Community reaction quickly centered on GLM-5.2. Jeremy Howard's hands-on post called it at least as good as Opus 4.8 and GPT-5.5 in his own use, while bridgemindai's coding-index post also pointed to a seven-point jump on the Artificial Analysis Coding Index. AA-Briefcase did not put it at the top, but it did move it into the same conversation.
Where models still break
The ugly number in the launch is not the Elo spread. It is the ceiling.
Artificial Analysis's difficulty breakdown says Fable 5, the leader, fully satisfied every rubric criterion on only 3% of tasks. The same post says 31 of 91 tasks had no model above 50% on rubric criteria.
Artificial Analysis splits failure patterns by capability tier:
- Weaker models often miss relevant files, submit unusable deliverables, or fail to produce a deliverable at all, according to Artificial Analysis on failure modes.
- Stronger models more often complete the task shape but still miss embedded requirements scattered across source files, per Artificial Analysis on failure modes.
- Required file count matters. Artificial Analysis's file-count note said high-performance models fell from roughly 55% pass rates on prompt-only checks to about 40% when a check required five or more files.
That makes AA-Briefcase look less like an intelligence index clone and more like a retrieval, planning, and compliance stress test.
Cost per task
AA-Briefcase's first leaderboard has a brutal price spread.
- Claude Fable 5 averaged more than $31 per task, per Artificial Analysis's cost summary.
- Claude Opus 4.8 averaged $10.40, according to Artificial Analysis's launch thread.
- GPT-5.5 xhigh averaged $3.68, per Artificial Analysis's launch thread.
- GLM-5.2 max averaged $2.40, according to Artificial Analysis's launch thread.
- DeepSeek V4 Flash sat near $0.04 per task at the low end, per Artificial Analysis's cost summary.
Artificial Analysis framed the gap as roughly 800x from cheapest to most expensive. It also highlighted GLM-5.2 and DeepSeek V4 Pro as the strongest price-performance options, with Artificial Analysis's cost summary putting GLM-5.2 about 90 Elo behind Opus 4.8 for less than a quarter of the cost.
Turns, tokens, and image inspection
The benchmark also leaks a bit of workflow anatomy.
- Token usage ranged from 52 million for Grok 4.3 to 970 million for Claude Fable 5, according to Artificial Analysis on token usage.
- Excel deliverables drove around half of total token usage for nearly every model, per Artificial Analysis on token usage.
- Stronger models tended to take more turns, with Opus 4.8 at a 52-turn median and Fable 5 at 63, while Gemini 3.5 Flash reportedly took about 78 median turns without matching the leaders on Elo, according to Artificial Analysis on turn counts.

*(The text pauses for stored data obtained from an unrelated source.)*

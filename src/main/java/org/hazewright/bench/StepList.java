package org.hazewright.bench;

import java.util.ArrayList;
import java.util.HashMap;
import java.util.HashSet;
import java.util.List;
import java.util.Map;
import java.util.Optional;
import java.util.OptionalDouble;
import java.util.Set;
import org.hazewright.brief.Balance;
import org.hazewright.mixture.Item;
import org.hazewright.mixture.Mixture;
import org.hazewright.mixture.Recipe;
import org.hazewright.shelf.Form;
import org.hazewright.shelf.Ingredient;

/** Steps as they are written down, with what every one of them needs: the balance, the bands, and words already said. */
final class StepList {
    private static final OptionalDouble NO = OptionalDouble.empty();

    final Recipe recipe;
    final Balance balance;
    final MakingFacts facts;
    private final Map<String, Sensitivity> bands = new HashMap<>();
    private final List<Step> steps = new ArrayList<>();
    private final Set<String> said = new HashSet<>(); // handling and cautions, each told once

    StepList(Recipe recipe, Balance balance, List<Sensitivity> sensitivities) {
        this.recipe = recipe;
        this.balance = balance;
        this.facts = new MakingFacts(recipe);
        sensitivities.forEach(s -> bands.put(key(s.weighing()), s));
    }

    private static String key(Weighing w) {
        return w.role() + " " + w.place();
    }

    List<Step> steps() {
        return List.copyOf(steps);
    }

    /** The weighing of an item by its place in the recipe. */
    Weighing weighing(int item) {
        return Weighing.of(recipe).get(2 * recipe.stocks().size() + item);
    }

    /**
     * Whether vessel and fill together are too much for the balance; a vessel weighs up to two thirds of what it holds (common
     * practice).
     */
    boolean heavy() {
        return Mixture.of(recipe).massG() > 0.6 * balance.capacityG();
    }

    /** What to do when it is. */
    String portions() {
        return "Filled, it is too heavy for this balance (" + Grams.plain(balance.capacityG())
                + " g): weigh each portion in a cup of its own, empty it into the vessel, weigh the cup again, and top up what stuck"
                + " to it.";
    }

    Item item(int place) {
        return recipe.items().get(place);
    }

    /** A step that weighs nothing. */
    void say(Step.Stage stage, String text, String... cautions) {
        say(stage, text, NO, NO, cautions);
    }

    void say(Step.Stage stage, String text, OptionalDouble temperatureC, OptionalDouble minutes, String... cautions) {
        steps.add(new Step(
                stage,
                text,
                Optional.empty(),
                List.of(),
                Optional.empty(),
                NO,
                temperatureC,
                minutes,
                List.of(),
                List.of(cautions).stream()
                        .map(StepList::sentence)
                        .filter(said::add)
                        .toList()));
    }

    /** {@link #weigh(Step.Stage, String, Weighing, String)} with "Weigh". */
    void weigh(Step.Stage stage, Weighing w, String end) {
        weigh(stage, "Weigh", w, end);
    }

    /**
     * A step that weighs: verb, grams and name, end, as in "Weigh", 1.410 g of Carbon ink, "into the vessel.". Handling and
     * cautions of the ingredient come with it the first time that it is met.
     */
    void weigh(Step.Stage stage, String verb, Weighing w, String end) {
        List<Double> loads = Grams.loads(w.massG(), balance);
        String text = verb + " " + Grams.shown(w.massG(), balance) + " of " + named(w) + " " + end;
        if (loads.size() > 1)
            text += " It takes " + loads.size() + " loads of about " + Grams.plain(Math.rint(loads.get(0)))
                    + " g: write each down, and end with the one that completes the sum.";
        Ingredient i = w.ingredient();
        boolean liquid = w.from().isEmpty() && i.form() == Form.LIQUID;
        List<String> handling = new ArrayList<>();
        List<String> cautions = new ArrayList<>();
        if (w.from().isEmpty()) {
            i.handling().stream().filter(said::add).forEach(handling::add);
            i.cautions().stream().filter(said::add).forEach(cautions::add);
            if (i.form() == Form.POWDER && cautions.stream().noneMatch(c -> c.contains("dust")))
                Optional.of(sentence(Cautions.POWDER)).filter(said::add).ifPresent(cautions::add);
        }
        steps.add(new Step(
                stage,
                text,
                Optional.of(w),
                loads,
                Optional.ofNullable(bands.get(key(w))).map(s -> new Step.Allowed(s.lowG(), s.highG())),
                liquid ? OptionalDouble.of(w.massG() / i.densityGPerMl()) : NO,
                NO,
                NO,
                handling,
                cautions));
    }

    /** Handling and cautions of the base itself, which as a blend is never weighed; told with the step just written. */
    void withBaseWords() {
        Step last = steps.remove(steps.size() - 1);
        List<String> handling = new ArrayList<>(last.handling());
        List<String> cautions = new ArrayList<>(last.cautions());
        recipe.base().handling().stream().filter(said::add).forEach(handling::add);
        recipe.base().cautions().stream().filter(said::add).forEach(cautions::add);
        steps.add(new Step(
                last.stage(),
                last.text(),
                last.weighing(),
                last.loadsG(),
                last.allowed(),
                last.volumeMl(),
                last.temperatureC(),
                last.minutes(),
                handling,
                cautions));
    }

    private static String sentence(String text) {
        return Character.toUpperCase(text.charAt(0)) + text.substring(1);
    }

    private static String named(Weighing w) {
        return w.from().map(s -> "stock " + s).orElseGet(() -> named(w.ingredient()));
    }

    /** A name inside a sentence: one that has a comma gets a comma behind it, and a lot its number. */
    static String named(Ingredient i) {
        String name = i.lot().map(l -> l.named(i.name())).orElse(i.name());
        return name.contains(",") ? name + "," : name;
    }

    /** Hours or minutes in words: "45 min", "12 h". */
    static String minutes(double min) {
        return min >= 120 && min % 60 == 0 ? Grams.plain(min / 60) + " h" : Grams.plain(min) + " min";
    }
}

- Anthropic and MiniMax models used visual inspection heavily. Artificial Analysis's tool-use note said Fable 5 averaged about 21 view-image calls per task, while Opus 4.8 averaged about 12.
That last detail matters because AA-Briefcase includes artifact-heavy work. Artificial Analysis's tool-use note ties repeated image inspection to both overall Elo and Presentation Elo, which suggests rendered-output checking is part of the winning loop here.
Methodology questions
The benchmark landed with praise and caveats at the same time.

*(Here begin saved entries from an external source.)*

class BriefReaderTest {
    private static final Supplier<Tissue.Spectra> NONE = () -> {
        throw new AssertionError("Spectra are asked for only by a [tissue].");
    };

    @TempDir
    Path folder;

    private static final String SHORT = """
            format = 1
            base = "water"
            batch_ml = 250

            [[target]]
            wavelength_nm = 690
            mua_per_cm = 0.1
            musp_per_cm = 9.0
            """;

    private Brief read(String text) {
        return BriefReader.read(Marked.write(folder.resolve("block.brief.toml"), text), NONE);
    }

    @Test
    void whatIsLeftOutIsAsPromised() {
        Brief brief = read(SHORT);
        assertEquals("block", brief.name());
        assertEquals("block", brief.title());
        assertEquals(List.of("water"), brief.bases());
        assertEquals(250, brief.volumeMl());
        assertEquals(22, brief.temperatureC());
        assertEquals(Balance.USUAL, brief.balance());
        assertEquals(new SearchLimits(List.of(), List.of(), 2, 1, 0, 0), brief.limits());
        assertEquals(Optional.empty(), brief.tissue());
        assertEquals(
                List.of(new Target(690, OptionalDouble.of(0.1), OptionalDouble.of(9), 0.05 * 0.1, 0.05 * 9, 1)),
                brief.targets());
        assertEquals(64, brief.sha256().get().length());
    }

    @Test
    void everyKeyArrives() {
        Brief brief = read("""
                format = 1
                title = "Forearm block"
                base = ["gelatin-10", "agar-1"]
                overage = 0.05
                temperature_c = 25
                [[mould]]
                shape = "box"
                length_mm = 100
                width_mm = 50
                height_mm = 20
                count = 2
                [[mould]]
                shape = "cylinder"
                diameter_mm = 20
                height_mm = 10
                [tolerance]
                mua = 0.1
                musp = 0.2
                [[target]]
                wavelength_nm = 830
                musp_per_cm = 8
                musp_tolerance_per_cm = 0.3
                weight = 2
                [[target]]
                wavelength_nm = 690
                mua_per_cm = 0.2
                mua_tolerance = 0.03
                [[target]]
                wavelength_nm = 760
                mua_per_cm = 0
                mua_tolerance_per_cm = 0.01
                musp_per_cm = 10
                [shelf]
                use = ["ink"]
                avoid = ["salt"]
                max_absorbers = 3
                max_scatterers = 2
                max_modifiers = 0
                least_base_share = 0.7
                [balance]
                readability_g = 0.01
                standard_uncertainty_g = 0.02
                smallest_load_g = 0.1
                capacity_g = 2000
                """);
        assertEquals("Forearm block", brief.title());
        assertEquals(List.of("gelatin-10", "agar-1"), brief.bases());
        assertEquals(List.of(new Mould(Mould.Shape.BOX, 100, 50, 20, 2), Mould.cylinder(20, 10, 1)), brief.moulds());
        assertEquals(200 + Math.PI, brief.batchMl(), 1e-9);
        assertEquals(0.05, brief.overage());
        assertEquals(25, brief.temperatureC());
        assertEquals(
                List.of(
                        new Target(690, OptionalDouble.of(0.2), OptionalDouble.empty(), 0.03 * 0.2, 0, 1),
                        new Target(760, OptionalDouble.of(0), OptionalDouble.of(10), 0.01, 2, 1),
                        new Target(830, OptionalDouble.empty(), OptionalDouble.of(8), 0, 0.3, 2)),
                brief.targets());
        assertEquals(new SearchLimits(List.of("ink"), List.of("salt"), 3, 2, 0, 0.7), brief.limits());
        assertEquals(new Balance(0.01, 0.02, 0.1, 2000), brief.balance());
    }

    @Test
    void aBalanceKnownOnlyByItsReadabilityIsTakenToBeThatUncertain() {
        Balance balance = read(SHORT + "[balance]\nreadability_g = 0.01\n").balance();
        assertEquals(0.01, balance.standardUncertaintyG());
        assertEquals(Balance.USUAL.capacityG(), balance.capacityG());
    }

    private static final String TISSUE = """
            format = 1
            base = "gelatin-10"
            batch_ml = 250
            [tissue]
            wavelengths_nm = [690, 760, 830]
            haemoglobin_umol_per_l = 60
            saturation = 0.70
            water_fraction = 0.60
            fat_fraction = 0.20
            musp_per_cm_at_500nm = 15.0
            scatter_power = 1.1
            """;

    /** Flat spectra, so that the composition's absorption is one sum that can be done by hand. */
    private static final Supplier<Tissue.Spectra> FLAT =
            () -> new Tissue.Spectra(flat("oxy", 1000), flat("deoxy", 2000), flat("water", 0.02), flat("fat", 0.1));

    private static Spectrum flat(String name, double value) {
        return new Spectrum(name, new double[] {650, 900}, new double[] {value, value});
    }

    @Test
    void aTissueMakesTargetsAndOwnTargetsTakeTheirPlaceQuantityByQuantity() {
        Path file = Marked.write(folder.resolve("arm.brief.toml"), TISSUE + """
                [[target]]
                wavelength_nm = 760
                mua_per_cm = 0.3
                mua_tolerance = 0.01
                weight = 3
                [[target]]
                wavelength_nm = 800
                musp_per_cm = 7
                """);
        Brief brief = BriefReader.read(file, FLAT);
        // ln 10 · 60e-6 mol/L · (0.7 · 1000 + 0.3 · 2000) + 0.6 · 0.02 + 0.2 · 0.1, and 15 (λ/500)^−1.1
        double mua = Math.log(10) * 60e-6 * 1300 + 0.012 + 0.02;
        assertEquals(4, brief.targets().size());
        Target first = brief.targets().get(0);
        assertEquals(690, first.wavelengthNm());
        assertEquals(mua, first.muaPerCm().getAsDouble(), 1e-12);
        assertEquals(0.05 * mua, first.muaTolerancePerCm(), 1e-12);
        assertEquals(15 * Math.pow(690 / 500.0, -1.1), first.muspPerCm().getAsDouble(), 1e-12);
        Target own = brief.targets().get(1);
        assertEquals(0.3, own.muaPerCm().getAsDouble());
        assertEquals(0.003, own.muaTolerancePerCm(), 1e-15);
        assertEquals(3, own.weight());
        assertEquals(15 * Math.pow(760 / 500.0, -1.1), own.muspPerCm().getAsDouble(), 1e-12);
        assertEquals(OptionalDouble.empty(), brief.targets().get(2).muaPerCm());
        assertTrue(brief.tissue().isPresent());
    }

    @Test
    void theSpectraOfTheProgramGiveATissueItsTargets() {
        Path file = Marked.write(
                folder.resolve("arm.brief.toml"),
                TISSUE.replace("0.60", "1")
                        .replace("0.20", "0")
                        .replace("haemoglobin_umol_per_l = 60", "haemoglobin_umol_per_l = 0"));
        Brief brief = BriefReader.read(file, TissueSpectra.of(null));
        // Water alone, Kou et al., Appl. Opt. 32, 3531 (1993): 0.0288 per cm at 760 nm within 5 % (from memory)
        assertEquals(0.0288, brief.targets().get(1).muaPerCm().getAsDouble(), 0.05 * 0.0288);
        Path blood = Marked.write(
                folder.resolve("blood.brief.toml"),
                TISSUE.replace("water_fraction = 0.60", "water_fraction = 0")
                        .replace("fat_fraction = 0.20", "fat_fraction = 0")
                        .replace("0.70", "1")
                        .replace("760, ", ""));
        // Gratzer's and Kollias' compilation: oxyhaemoglobin 276 per cm per mol/L at 690 nm, 974 at 830 nm, base 10,
        // tetramer
        List<Target> targets = BriefReader.read(blood, TissueSpectra.of(null)).targets();
        assertEquals(Math.log(10) * 60e-6 * 276, targets.get(0).muaPerCm().getAsDouble(), 1e-9);
        assertEquals(Math.log(10) * 60e-6 * 974, targets.get(1).muaPerCm().getAsDouble(), 1e-9);
    }

    static Stream<Mistake> mistakes() {
        return Stream.of(
                of(SHORT, "batch_ml", "▶batch_m", "Perhaps batch_ml is meant"),
                of(SHORT, "batch_ml = 250", "▶batch_ml = 0", "above 0"),
                of(
                        SHORT,
                        "format = 1\nbase = \"water\"\nbatch_ml = 250",
                        "▶format = 1\nbase = \"water\"",
                        "how much to make"),
                of(
                        SHORT,
                        "batch_ml = 250",
                        "▶batch_ml = 250\n[[mould]]\nshape = \"box\"\nlength_mm = 1\nwidth_mm = 1\nheight_mm = 1",
                        "keep one"),
                of(SHORT, "batch_ml = 250", "[[mould]]\n▶shape = \"ball\"", "box, cylinder"),
                of(
                        SHORT,
                        "batch_ml = 250",
                        "[[mould]]\nshape = \"cylinder\"\n▶length_mm = 20\nheight_mm = 1",
                        "The key length_mm"),
                of(
                        SHORT,
                        "batch_ml = 250",
                        "[[mould]]\nshape = \"box\"\n▶length_mm = -2\nwidth_mm = 1\nheight_mm = 1",
                        "above 0"),
                of(
                        SHORT,
                        "batch_ml = 250",
                        "[[mould]]\nshape = \"cylinder\"\ndiameter_mm = 2\nheight_mm = 1\n▶count = 0.5",
                        "whole number"),
                of(SHORT, "base = \"water\"", "▶base = []", "at least one entry"),
                of(SHORT, "base = \"water\"", "base = [▶3]", "holds 3"),
                of(SHORT, "batch_ml = 250", "batch_ml = 250\n▶overage = 5", "between 0 and 2"),
                of(SHORT, "batch_ml = 250", "batch_ml = 250\n▶temperature_c = 295", "between 0 and 100"),
                of(
                        SHORT,
                        "[[target]]\nwavelength_nm = 690\nmua_per_cm = 0.1\nmusp_per_cm = 9.0",
                        "",
                        "no targets",
                        "[[target]]",
                        "[tissue]"),
                of(SHORT, "mua_per_cm = 0.1\nmusp_per_cm = 9.0", "", "wants neither mua_per_cm nor musp_per_cm")
                        .at(5, 1),
                of(SHORT, "mua_per_cm = 0.1", "▶mua_per_cm = -0.1", "0 or above"),
                of(SHORT, "mua_per_cm = 0.1", "▶mua_per_cm = inf", "finite"),
                of(SHORT, "mua_per_cm = 0.1", "▶mua_per_cm = 0", "give mua_tolerance_per_cm"),
                of(SHORT, "musp_per_cm = 9.0", "▶musp_per_cm = 0", "give musp_tolerance_per_cm"),
                of(SHORT, "mua_per_cm = 0.1", "mua_per_cm = 0.1\n▶mua_tolerance = 5", "a share: 0.05 is 5 %"),
                of(
                        SHORT,
                        "mua_per_cm = 0.1",
                        "mua_per_cm = 0.1\nmua_tolerance = 0.1\n▶mua_tolerance_per_cm = 0.1",
                        "keep one"),
                of(SHORT, "mua_per_cm = 0.1", "▶mua_tolerance = 0.1", "without mua_per_cm"),
                of(SHORT, "mua_per_cm = 0.1", "mua_per_cm = 0.1\n▶weight = 0", "above 0"),
                of(
                        SHORT,
                        "mua_per_cm = 0.1",
                        "▶mua_per_mm = 0.1",
                        "Perhaps mua_per_cm is meant: 10 times the number per mm"),
                of(SHORT, "wavelength_nm = 690", "▶wavelength_nm = 0.69", "between 100 and 20000"),
                of(
                                SHORT,
                                "[[target]]",
                                "[[target]]\nwavelength_nm = 690\nmua_per_cm = 1\n[[target]]",
                                "A target at 690 nm stands at line 6 already")
                        .at(9, 1),
                of(SHORT, "[[target]]", "[tolerance]\n▶mua = 0\n[[target]]", "above 0"),
                of(SHORT, "[[target]]", "[tolerance]\n▶muspp = 0.1\n[[target]]", "Perhaps musp is meant"),
                of(SHORT, "[[target]]", "[shelf]\n▶max_absorbers = 9\n[[target]]", "whole number between 0 and 8"),
                of(
                        SHORT,
                        "[[target]]",
                        "[shelf]\nuse = [\"a\"]\navoid = [\"b\", ▶\"a\"]\n[[target]]",
                        "in use and in avoid"),
                of(SHORT, "[[target]]", "▶[balance]\ncapacity_g = 0.001\n[[target]]", "not above its smallest load"),
                of(
                        SHORT,
                        "[[target]]",
                        "[balance]\n▶readability_mg = 1\n[[target]]",
                        "Perhaps readability_g is meant: a thousandth"),
                of(SHORT, "[[target]]", "▶[[phantom]]\nname = \"A\"\n[[target]]", "use the command series"),
                of(TISSUE, "[690, 760, 830]", "[690, ▶690]", "stands twice"),
                of(TISSUE, "[690, 760, 830]", "[690, ▶0.8]", "between 100 and 20000"),
                of(
                        TISSUE,
                        "[tissue]\nwavelengths_nm = [690, 760, 830]",
                        "▶[tissue]\nwavelengths_nm = []",
                        "no wavelengths_nm"),
                of(TISSUE, "wavelengths_nm = [690, 760, 830]", "▶wavelengths_nm = [690, 950]", "no value at 950 nm"),
                of(TISSUE, "saturation = 0.70", "▶saturation = 70", "between 0 and 1"),
                of(TISSUE, "[tissue]", "▶[tissue]", "sum to").with("water_fraction = 0.60", "water_fraction = 0.90"),
                of(
                        TISSUE,
                        "musp_per_cm_at_500nm = 15.0\nscatter_power",
                        "▶scatter_power",
                        "without musp_per_cm_at_500nm"),
                of(TISSUE, "\nscatter_power = 1.1", "", "scatter_power in [tissue] is missing")
                        .at(4, 1),
                of(TISSUE, "[tissue]", "▶[tissue]", "absorbs nothing at 690 nm")
                        .with("haemoglobin_umol_per_l = 60", "haemoglobin_umol_per_l = 0")
                        .with("water_fraction = 0.60\nfat_fraction = 0.20", ""),
                of(
                        TISSUE,
                        "haemoglobin_umol_per_l",
                        "▶hemoglobin_umol_per_l",
                        "Perhaps haemoglobin_umol_per_l is meant"));
    }

    @ParameterizedTest
    @MethodSource
    void mistakes(Mistake mistake) {
        Path file = folder.resolve("block.brief.toml");
        mistake.marked().refusedAs(file, () -> BriefReader.read(file, FLAT), mistake.words);
    }

    @Test
    void aMissingBriefIsRefused() {
        Path file = folder.resolve("none.brief.toml");
        assertThrows(FileRefusal.class, () -> BriefReader.read(file, NONE));
    }

    /** A brief changed in one place. */
    record Mistake(String text, int line, int column, String[] words) {
        Marked marked() {
            Marked marked = Marked.of(text);
            return marked.line() > 0 ? marked : new Marked(text, line, column);
        }

        Mistake at(int otherLine, int otherColumn) {
            return new Mistake(text, otherLine, otherColumn, words);
        }

        Mistake with(String piece, String instead) {
            if (!text.contains(piece)) throw new IllegalArgumentException(piece);
            return new Mistake(text.replace(piece, instead), line, column, words);
        }

        @Override
        public String toString() {
            return String.join(" … ", words);
        }
    }

    private static Mistake of(String whole, String piece, String instead, String... words) {
        int at = whole.indexOf(piece);
        if (at < 0) throw new IllegalArgumentException("The brief has no " + piece);
        return new Mistake(whole.substring(0, at) + instead + whole.substring(at + piece.length()), 1, 1, words);
    }
}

Ethan Mollick's reaction said AA-Briefcase looks like a good and impressive benchmark for real-world knowledge work, and specifically called out the private holdout tests and lack of saturation. In the same post, he noted he did not see a human comparison score.
That concern was already live before this launch. Mollick's earlier criticism argued Artificial Analysis's previous benchmark design leaned too much on AI judges and unclear human Elo estimation, while Mollick's follow-up said the broader index can still be directionally useful because many measures correlate even if validity remains weaker than real-world tasks.
Artificial Analysis has already been adjusting its cost methodology elsewhere. Artificial Analysis's Fable 5 pricing note said its v4.1 Intelligence Index now prices cached tokens at cache rates and credits fallback tasks to the model that actually served them. That note applies to a different eval, not AA-Briefcase directly, but it shows the company is still tuning how it turns agent runs into comparable numbers.